A vertically oriented antenna may be directional or omni-directional in the horizontal plane. FIG. 2a depicts a model of a directional antenna 201 in plan view, the plane of the page representing the antenna's horizontal plane. Antenna 201 transmits into a sector, which is modelled by the direction 202 of the centre of the sector (usually in degrees clockwise from north) and the half power angle 203 of the sector. This model is a simplification of the observed horizontal radiation pattern of a real directional antenna, an example of which is shown in FIG. 2b. The simplified model has the back-lobe 204 and side-lobes 205 removed. Hereafter the simplified model of a directional transmitter depicted in FIG. 2a will be referred to, but any complications arising from the simplifications will be discussed when they occur.

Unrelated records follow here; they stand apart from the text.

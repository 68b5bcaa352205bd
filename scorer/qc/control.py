"""Baselines and control charts for nightly thresholds: the statistics behind the alerts.

Thresholds are compared on a log scale (log10 of the threshold contrast): their confidence
intervals are multiplicative, and a fixed fractional change is the same step at every diameter.

* **Baseline** per detector, method and diameter from its first K sessions (or sessions chosen
  explicitly): mean m of log10 C_T, and a standard deviation σ = max(s_between, s_within), where
  s_between is the sample SD over the baseline sessions and s_within the median standard error of
  one session's log10 C_T (from its 95 % CI).  With K as small as 3–5 the sample SD alone is too
  uncertain to set control limits (its relative standard error is ≈ 1/√(2(K−1)), 35 % at K = 5),
  and a run of near-equal baseline sessions would otherwise give limits narrower than a session's
  own noise.  (Common practice for control charts on short baselines; our choice of floor.)
* **Baseline rule**: the session is worse than baseline by more than the configured fraction f
  *beyond its CI*: the lower CI bound exceeds 10^m · (1 + f).
* **Shewhart rule**: |x − m| > L √(σ_x² + σ²/K), x = log10 C_T, L = 3, σ_x = max(σ, SE of this
  session's own log10 C_T).  — Shewhart individuals chart, Montgomery, *Introduction to Statistical
  Quality Control*, 6th ed. (2009), §6.4 (from memory); the σ²/K term is the variance of a mean of K
  baseline sessions (the usual prediction-interval width s·√(1 + 1/K)), without which a baseline of
  3–5 sessions raises false alarms far more often than the nominal 0.27 %; the σ_x floor keeps a
  session whose own CI is wide (a failed fit, fewer usable images) from being called out of control
  by its own noise.
* **EWMA rule**: z_t = λ x_t + (1 − λ) z_(t−1), z_0 = m, over the sessions after the baseline in
  date order; alert when |z_t − m| > L σ √(λ/(2−λ) · (1 − (1−λ)^(2t)) + 1/K).  — Roberts,
  Technometrics 1 (1959); Montgomery §9.2, eq. 9.22–9.26; λ = 0.2 with L near 3 is a usual choice
  (Lucas & Saccucci, Technometrics 32 (1990)) (from memory); + 1/K as above (z − m also carries the
  baseline mean's error, which the EWMA does not average away).
* **Limits rule**: the threshold fails the configured limits (``scorer.observer.evaluate``).

Each alert says which way the threshold moved: ``worse`` (higher threshold contrast) or
``better`` (lower; a sudden improvement also deserves a look: a changed dose or processing).
"""

from __future__ import annotations

from dataclasses import asdict, dataclass

import numpy as np
import pandas as pd
from scipy import stats

Z95 = float(stats.norm.ppf(0.975))


@dataclass
class Alert:
    detector: str
    session_id: int
    session_date: str
    method: str
    diameter_mm: float
    rule: str  # baseline | shewhart | ewma | limits
    direction: str  # worse | better
    value: float | None  # the session's threshold contrast (ewma: the EWMA's value, as a contrast)
    reference: float | None  # baseline threshold, control limit or acceptable limit (contrast)
    message: str

    def to_dict(self) -> dict:
        return asdict(self)


def log_se_from_ci(ci_low, ci_high, level: float = 0.95):
    """Standard error of log10 C from a two-sided CI, treating the CI as normal in log C."""
    z = float(stats.norm.ppf(0.5 + level / 2))
    lo, hi = np.asarray(ci_low, float), np.asarray(ci_high, float)
    with np.errstate(divide="ignore", invalid="ignore"):
        return (np.log10(hi) - np.log10(lo)) / (2 * z)


def compute_baseline(history: pd.DataFrame) -> pd.DataFrame:
    """Baseline per diameter from the sessions in ``history``.

    Parameters
    ----------
    history : one row per session and diameter: session_id, diameter_mm, threshold_contrast,
        ci_low, ci_high.

    Returns
    -------
    DataFrame with diameter_mm, mean_log10, sigma_log10, sd_between_log10, se_within_log10,
    n_sessions (diameters with fewer than two finite thresholds are left out).
    """
    rows = []
    for d, g in history.groupby("diameter_mm"):
        c = g["threshold_contrast"].to_numpy(float)
        ok = np.isfinite(c) & (c > 0)
        if ok.sum() < 2:
            continue
        x = np.log10(c[ok])
        sd = float(np.std(x, ddof=1))
        se = log_se_from_ci(g["ci_low"].to_numpy(float)[ok], g["ci_high"].to_numpy(float)[ok])
        se = se[np.isfinite(se)]
        se_w = float(np.median(se)) if se.size else 0.0
        rows.append(
            {
                "diameter_mm": float(d),
                "mean_log10": float(x.mean()),
                "sigma_log10": max(sd, se_w),
                "sd_between_log10": sd,
                "se_within_log10": se_w,
                "n_sessions": int(ok.sum()),
            }
        )
    return pd.DataFrame(
        rows, columns=["diameter_mm", "mean_log10", "sigma_log10", "sd_between_log10", "se_within_log10", "n_sessions"]
    )


def ewma(x, lam: float, start: float) -> np.ndarray:
    """z_t = λ x_t + (1 − λ) z_(t−1), z_0 = ``start`` (Roberts 1959)."""
    z, out = float(start), []
    for v in np.asarray(x, float):
        z = lam * v + (1 - lam) * z
        out.append(z)
    return np.asarray(out)


def ewma_sigma_factor(lam: float, t) -> np.ndarray:
    """SD of z_t in units of σ for independent x: √(λ/(2−λ) · (1 − (1−λ)^(2t))) (Montgomery eq. 9.25)."""
    t = np.asarray(t, float)
    return np.sqrt(lam / (2 - lam) * (1 - (1 - lam) ** (2 * t)))


def shewhart_halfwidth(sigma: float, n_baseline: int, rules, se_session: float = 0.0) -> float:
    """L √(σ_x² + σ²/K), σ_x = max(σ, this session's SE) (log10 units)."""
    sx = max(sigma, se_session if np.isfinite(se_session) else 0.0)
    return rules.control_sigma * float(np.sqrt(sx**2 + sigma**2 / max(n_baseline, 1)))


def ewma_halfwidth(sigma: float, n_baseline: int, rules, t: int) -> float:
    """L σ √(λ/(2−λ)(1 − (1−λ)^(2t)) + 1/K) (log10 units)."""
    f = float(ewma_sigma_factor(rules.ewma_lambda, t))
    return rules.ewma_width * sigma * float(np.sqrt(f**2 + 1 / max(n_baseline, 1)))


def control_limits(baseline_row, rules, t_after: int | None = None) -> dict:
    """Shewhart (and, for the t-th session after the baseline, EWMA) limits as contrasts (for plots)."""
    m, s, k = baseline_row["mean_log10"], baseline_row["sigma_log10"], int(baseline_row["n_sessions"])
    w = shewhart_halfwidth(s, k, rules)
    out = {"baseline": 10**m, "shewhart_low": 10 ** (m - w), "shewhart_high": 10 ** (m + w)}
    if t_after:
        w = ewma_halfwidth(s, k, rules, t_after)
        out.update(ewma_low=10 ** (m - w), ewma_high=10 ** (m + w))
    return out


def _pct(c) -> str:
    return f"{100 * c:.3g} %"


def pct_pair(value: float, reference: float, digits: int = 3) -> tuple[str, str]:
    """Both contrasts as percentages with enough significant digits that the printed numbers compare as the
    true ones do ("1.1604 % is outside the control limit 1.1597 %", never "1.16 % … 1.16 %")."""
    a, b = 100 * float(value), 100 * float(reference)
    for n in range(digits, 13):
        fa, fb = f"{a:.{n}g}", f"{b:.{n}g}"
        if (float(fa) > float(fb)) == (a > b) and (float(fa) < float(fb)) == (a < b):
            return f"{fa} %", f"{fb} %"
    return f"{a!r} %", f"{b!r} %"


def _limits_wording(r, c, d, method, human_factor) -> tuple:
    """(value, reference, message) of a failed limit: the human-equivalent threshold that was compared."""
    acc = getattr(r, "acceptable", None)
    acc = float(acc) if acc is not None and np.isfinite(acc) else None
    h = getattr(r, "compared_contrast", None)
    h = float(h) if h is not None and np.isfinite(h) else None
    if h is None or not np.isfinite(c) or c <= 0 or np.isclose(h, c, rtol=1e-12):
        v = c if h is None else h
        v_s, a_s = pct_pair(v, acc) if acc is not None else (_pct(v), "")
        return v, acc, f"threshold contrast {v_s} fails the acceptable limit {a_s}".rstrip()
    from scorer.observer.limits import HumanFactor, human_equivalent

    factor = h / c
    f_txt = f"factor {factor:.3g}"
    ci_txt = ""
    hf = human_factor if isinstance(human_factor, HumanFactor) else None
    if hf is not None:
        try:
            hf = hf.for_method(method).at(d)
        except Exception:  # a factor of another method: print the stored one only
            hf = None
    if hf is not None and hf.has_ci and np.isclose(hf.value, factor, rtol=1e-6):
        f_txt += f" (95 % CI {hf.ci_low:.3g}–{hf.ci_high:.3g})"
        lo, hi = getattr(r, "ci_low", None), getattr(r, "ci_high", None)
        if lo is not None and hi is not None:
            _, lo_h, hi_h = human_equivalent(c, float(lo), float(hi), hf)
            if np.isfinite(lo_h) and np.isfinite(hi_h):
                ci_txt = f", 95 % CI {100 * lo_h:.3g}–{100 * hi_h:.3g} %"
    h_s, a_s = pct_pair(h, acc) if acc is not None else (_pct(h), "")
    msg = (
        f"human-equivalent threshold contrast {h_s} (model {_pct(c)} × human/model {f_txt}{ci_txt}) fails the "
        f"acceptable limit {a_s} for human readers"
    ).replace(" for human readers", " for human readers" if a_s else "")
    return h, acc, msg


def evaluate_session(
    detector: str,
    session_id: int,
    history: pd.DataFrame,
    baseline: pd.DataFrame | None,
    baseline_last: tuple[str, int] | None,
    baseline_ids: set,
    rules,
    human_factor=None,
) -> list[Alert]:
    """Alerts for one session of one detector and method.

    Parameters
    ----------
    history : every scored session of the detector for this method, the one judged included:
        session_id, session_date, diameter_mm, threshold_contrast, ci_low, ci_high, verdict.
    baseline : from :func:`compute_baseline` (None: only the limits rule applies).
    baseline_last : (session_date, session_id) of the last baseline session; the EWMA runs over
        the sessions after it.
    baseline_ids : sessions that form the baseline (they are not judged against it).
    rules : :class:`scorer.qc.config.AlertRules`.
    human_factor : the detector's :class:`~scorer.observer.limits.HumanFactor` (or number), for the CI of the
        human-equivalent threshold the limits rule prints; the stored ``compared_contrast`` is what failed.
    """
    alerts: list[Alert] = []
    cur = history[history["session_id"] == session_id]
    if cur.empty:
        return alerts
    date = str(cur["session_date"].iloc[0])
    method = str(cur["method"].iloc[0]) if "method" in cur else ""
    base = {} if baseline is None else {round(float(r.diameter_mm), 6): r for r in baseline.itertuples()}
    order = history.drop_duplicates("session_id")[["session_id", "session_date"]].sort_values(
        ["session_date", "session_id"]
    )
    after = (
        []
        if baseline_last is None
        else [
            int(r.session_id)
            for r in order.itertuples()
            if (str(r.session_date), int(r.session_id)) > (str(baseline_last[0]), int(baseline_last[1]))
            and int(r.session_id) not in baseline_ids
        ]
    )
    judged = baseline is not None and session_id not in baseline_ids
    values = dates = None
    for r in cur.itertuples():
        d = float(r.diameter_mm)
        c = float(r.threshold_contrast) if r.threshold_contrast is not None else np.nan
        where = f"{detector} {date}, {d:g} mm ({method})"

        def add(rule, direction, value, reference, message, d=d, where=where) -> None:
            alerts.append(
                Alert(
                    detector,
                    session_id,
                    date,
                    method,
                    d,
                    rule,
                    direction,
                    None if value is None or not np.isfinite(value) else float(value),
                    None if reference is None else float(reference),
                    f"{where}: {message}",
                )
            )

        if "limits" in rules.rules and getattr(r, "verdict", None) == "fail":
            add("limits", "worse", *_limits_wording(r, c, d, method, human_factor))
        b = base.get(round(d, 6))
        if not judged or b is None or not (np.isfinite(c) and c > 0):
            continue
        m, s, k = float(b.mean_log10), float(b.sigma_log10), int(b.n_sessions)
        x = np.log10(c)
        ref = 10**m
        if "baseline" in rules.rules:
            lo = float(r.ci_low) if r.ci_low is not None and np.isfinite(r.ci_low) else c
            if lo > ref * (1 + rules.worse_fraction):
                lo_s, bound_s = pct_pair(lo, ref * (1 + rules.worse_fraction))
                add(
                    "baseline",
                    "worse",
                    c,
                    ref,
                    f"threshold contrast {_pct(c)} (95 % CI from {lo_s}) is more than {100 * rules.worse_fraction:g} % "
                    f"above the baseline {_pct(ref)}: its CI starts above {bound_s}",
                )
        se = float(log_se_from_ci(r.ci_low, r.ci_high)) if r.ci_low is not None and r.ci_high is not None else 0.0
        w = shewhart_halfwidth(s, k, rules, se if np.isfinite(se) else 0.0)
        if "shewhart" in rules.rules and s > 0 and abs(x - m) > w:
            direction = "worse" if x > m else "better"
            lim = 10 ** (m + np.sign(x - m) * w)
            c_s, lim_s = pct_pair(c, lim)
            add(
                "shewhart",
                direction,
                c,
                lim,
                f"threshold contrast {c_s} is outside the {rules.control_sigma:g} σ control limit {lim_s} "
                f"(baseline {_pct(ref)})",
            )
        if "ewma" in rules.rules and s > 0 and session_id in after:
            if values is None:  # (session, diameter) → threshold, built once per call: re-evaluating a year of
                # sessions after a baseline change stays O(n²) dictionary look-ups, not O(n³) frame filters
                values = {
                    (int(a), round(float(b), 6)): float(c)
                    for a, b, c in zip(history["session_id"], history["diameter_mm"], history["threshold_contrast"])
                }
                dates = {int(a): str(b) for a, b in zip(order["session_id"], order["session_date"])}
            seq = [sid for sid in after if (dates[sid], sid) <= (date, session_id)]
            xs = []
            for sid in seq:
                v = values.get((sid, round(d, 6)), np.nan)
                if np.isfinite(v) and v > 0:
                    xs.append(np.log10(v))
            if not xs:
                continue
            z = ewma(xs, rules.ewma_lambda, m)[-1]
            w = ewma_halfwidth(s, k, rules, len(xs))
            if abs(z - m) > w:
                direction = "worse" if z > m else "better"
                lim = 10 ** (m + np.sign(z - m) * w)
                z_s, lim_s = pct_pair(10**z, lim)
                add(
                    "ewma",
                    direction,
                    10**z,
                    lim,
                    f"EWMA of threshold contrast {z_s} after {len(xs)} session(s) is outside its "
                    f"control limit {lim_s} (baseline {_pct(ref)})",
                )
    return alerts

A cell of a cellular communications network corresponds to the area served by one antenna. Where the antenna has an omni-directional pattern it is situated at the centre of the cell. However, it is common to co-locate several antennas on the same site, and in this case the antennas are directional, each covering separate adjacent cells. For example, in GSM, several directional antennae (usually three) can be situated at the same site, each transmitting on a different frequency in a specified direction with a specified beam width. A signal transmitted entirely away from an MS clearly cannot be received by that MS along a LOS path. Therefore the use of the relative time of arrival of that signal in the computation of the position of the MS would lead to error. (In practise, there is always a small probability that the signal received in such circumstances has come directly from a side- or back-lobe of the transmitting antenna.) A more accurate position of the MS is obtainable using the method of the invention, which takes into account the directionality of some of the transmitters in a cellular network.